# The Happiest Obedience Golden Ever



## Debles (Sep 6, 2007)

You're right. Happiest obedience golden ever. : )


----------



## Emma&Tilly (May 15, 2005)

aww what a gorgeous dog...I don't think his tail stopped for the entire time!! Thanks for posting!


----------



## paula bedard (Feb 5, 2008)

What a happy dog...Did something happen to him? The second comment under the video says 'shame about the retriever...' I hope not.


----------



## Ljilly28 (Jan 22, 2008)

I could be totally wrong, but I thought the comment was because the border collie won??? Jeez, I hope so. 
http://www.obedienceuk.com/neilshort.asp

I think I'm going to try and order his book.


----------



## olik (Apr 13, 2008)

wonderful performance.


----------



## Tahnee GR (Aug 26, 2006)

Reminds me of Bernie Brown's Duster-CH OTCH Meadowpond Dust Commander OBHF OS. I absolutely loved to watch that dog work.


----------



## Jerseygirl (Jan 22, 2009)

Maybe they meant the retrieve part wasn't flawless? (he almost dropped it)
But I don't know anything about obedience so it's just a guess!!

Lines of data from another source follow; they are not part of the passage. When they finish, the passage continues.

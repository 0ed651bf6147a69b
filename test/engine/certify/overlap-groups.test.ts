import { describe, expect, it } from 'vitest';
import { boxesMeet, overlapGroups } from '../../../src/engine/certify/overlap-groups.ts';
import { createRandom } from '../../../src/engine/random.ts';

// Reference: brute-force pairwise comparison with union–find (common practice, no source); the sweep must find
// the same groups while comparing only boxes whose projections overlap.
const box1 = (reLo: number, reHi: number, imLo = 0, imHi = 1): Float64Array => Float64Array.from([reLo, reHi, imLo, imHi]);

describe('overlap groups of boxes', () => {
  it.each([
    ['disjoint boxes stay apart', [box1(0, 1), box1(2, 3)], [0, 1]],
    ['touching closed boxes meet', [box1(0, 1), box1(1, 2)], [0, 0]],
    ['a chain joins through its middle box', [box1(0, 1), box1(4, 5), box1(0.9, 4.1)], [0, 0, 0]],
    ['boxes apart in the imaginary part only stay apart', [box1(0, 1, 0, 1), box1(0, 1, 2, 3)], [0, 1]],
  ] as [string, Float64Array[], number[]][])('%s', (_name, boxes, expected) => {
    expect(Array.from(overlapGroups(boxes, 1))).toEqual(expected);
  });

  it('agrees with brute force on 400 random boxes in 3 complex dimensions', () => {
    const random = createRandom(77);
    const boxes = Array.from({ length: 400 }, () => {
      const b = new Float64Array(12);
      for (let k = 0; k < 6; k++) {
        const centre = random.next() * 4, radius = random.next() * 0.6;
        b[2 * k] = centre - radius; b[2 * k + 1] = centre + radius;
      }
      return b;
    });
    const parent = boxes.map((_, i) => i);
    const find = (i: number): number => (parent[i] === i ? i : (parent[i] = find(parent[i]!)));
    for (let i = 0; i < boxes.length; i++) for (let j = i + 1; j < boxes.length; j++) {
      if (boxesMeet(boxes[i]!, boxes[j]!)) {
        const [a, b] = [find(i), find(j)];
        if (a !== b) parent[Math.max(a, b)] = Math.min(a, b);
      }
    }
    const groups = overlapGroups(boxes, 3);
    expect(Array.from(groups)).toEqual(boxes.map((_, i) => find(i)));
    expect(new Set(groups).size).toBeGreaterThan(1);
    expect(new Set(groups).size).toBeLessThan(400);
  });
});
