import { schubertProblem } from './schubert-problem.ts';

export default schubertProblem({
  shape: { k: 2, n: 6 },
  slug: 'lines-meeting-eight-3-planes-in-5-space',
  title: 'Lines meeting eight 3-planes in 5-space',
  tags: ['Schubert calculus', 'Grassmannian', 'lines', 'Catalan numbers', 'Plücker coordinates', 'excess intersection'],
  question: 'Given eight general 3-dimensional affine subspaces (3-planes) of 5-space, find every line that meets all eight. Over the complex numbers, counted in projective 5-space, there are exactly $14$. Lines in 5-space form an 8-dimensional family, and meeting a 3-plane is one condition.',
  excessNote: [
    'The total-degree homotopy tracks $2^8 = 256$ paths for $14$ lines, so $242$ diverge, more than nine in ten.',
    'As for six planes in 4-space, the quadratic part of each equation combines the $2 \\times 2$ minors of the $2 \\times 4$ matrix $X$, and all eight vanish on the rank-one matrices: a 4-dimensional set of directions at infinity, where the surplus paths end.',
    'The rows-as-groups start tracks $70$ paths; its $56$ surplus ones end on the 3-dimensional set of $\\mathbb{P}^4 \\times \\mathbb{P}^4$ where both rows lie at infinity and coincide.',
    'The chart misses only lines meeting the fixed 3-plane $x_0 = x_1 = 0$, a ninth condition that general data leave unmet, so no solution hides off the chart.',
    'The gap between $70$ and $14$ is the price of the chart: in the Plücker embedding the lines form a variety of degree $14$ in $\\mathbb{P}^{14}$, and eight hyperplane sections meet it in exactly $14$ points.',
  ].join(' '),
  genericSeed: 20261206,
  demo: {
    id: 'eight-screens',
    label: 'A signal through eight screens',
    description: 'In a five-dimensional data-art installation of our own, a curved guide runs along $(t, t^2, t^3, t^4, t^5)$; at eight stations, $t = -1.6, -1.1, -0.6, -0.2, 0.3, 0.8, 1.2, 1.7$, a flat 3-dimensional screen hugs the guide as closely as possible (its osculating 3-plane). One straight signal must cross all eight screens. All fourteen such lines are real, as the Shapiro conjecture (Mukhin, Tarasov and Varchenko, Annals of Mathematics 2009) promises for osculating subspaces at real points.',
    seed: 13,
    stations: [-1.6, -1.1, -0.6, -0.2, 0.3, 0.8, 1.2, 1.7],
  },
  drawn: 'Lines in 5-space are',
});
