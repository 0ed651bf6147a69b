// Shared by the build and the browser: the search page's state as URL parameters (q, family, count, realness).
import { SEARCH_FILTERS, type FilterKey } from './filter-words.ts';

/** A query and the filter parameters chosen (URL form, see filterParam); an absent filter is not set. */
export interface SearchState { readonly q: string; readonly filters: Readonly<Partial<Record<FilterKey, string>>> }

/** The state a query string holds (unknown parameters ignored, blank values dropped, q trimmed). */
export function parseSearchState(search: string): SearchState {
  const params = new URLSearchParams(search);
  const filters: Partial<Record<FilterKey, string>> = {};
  for (const { key } of SEARCH_FILTERS) {
    const value = params.get(key)?.trim();
    if (value) filters[key] = value;
  }
  return { q: (params.get('q') ?? '').trim(), filters };
}

/** The query string of a state, parameters in a fixed order (q, family, count, realness), "" when empty. */
export function searchString(state: SearchState): string {
  const params = new URLSearchParams();
  if (state.q.trim()) params.set('q', state.q.trim());
  for (const { key } of SEARCH_FILTERS) if (state.filters[key]) params.set(key, state.filters[key]!);
  const text = params.toString();
  return text ? `?${text}` : '';
}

Great to look at! Wow...fantastic to see!! I am sure they always have a great time together!


----------



## paula bedard (Feb 5, 2008)

Ljilly28 said:


> I could be totally wrong, but I thought the comment was because the border collie won??? Jeez, I hope so.
> http://www.obedienceuk.com/neilshort.asp
> 
> I think I'm going to try and order his book.


I hope so too. The wording of the comment left me wondering.


----------



## nixietink (Apr 3, 2008)

Jerseygirl said:


> Maybe they meant the retrieve part wasn't flawless? (he almost dropped it)
> But I don't know anything about obedience so it's just a guess!!
> 
> Great to look at! Wow...fantastic to see!! I am sure they always have a great time together!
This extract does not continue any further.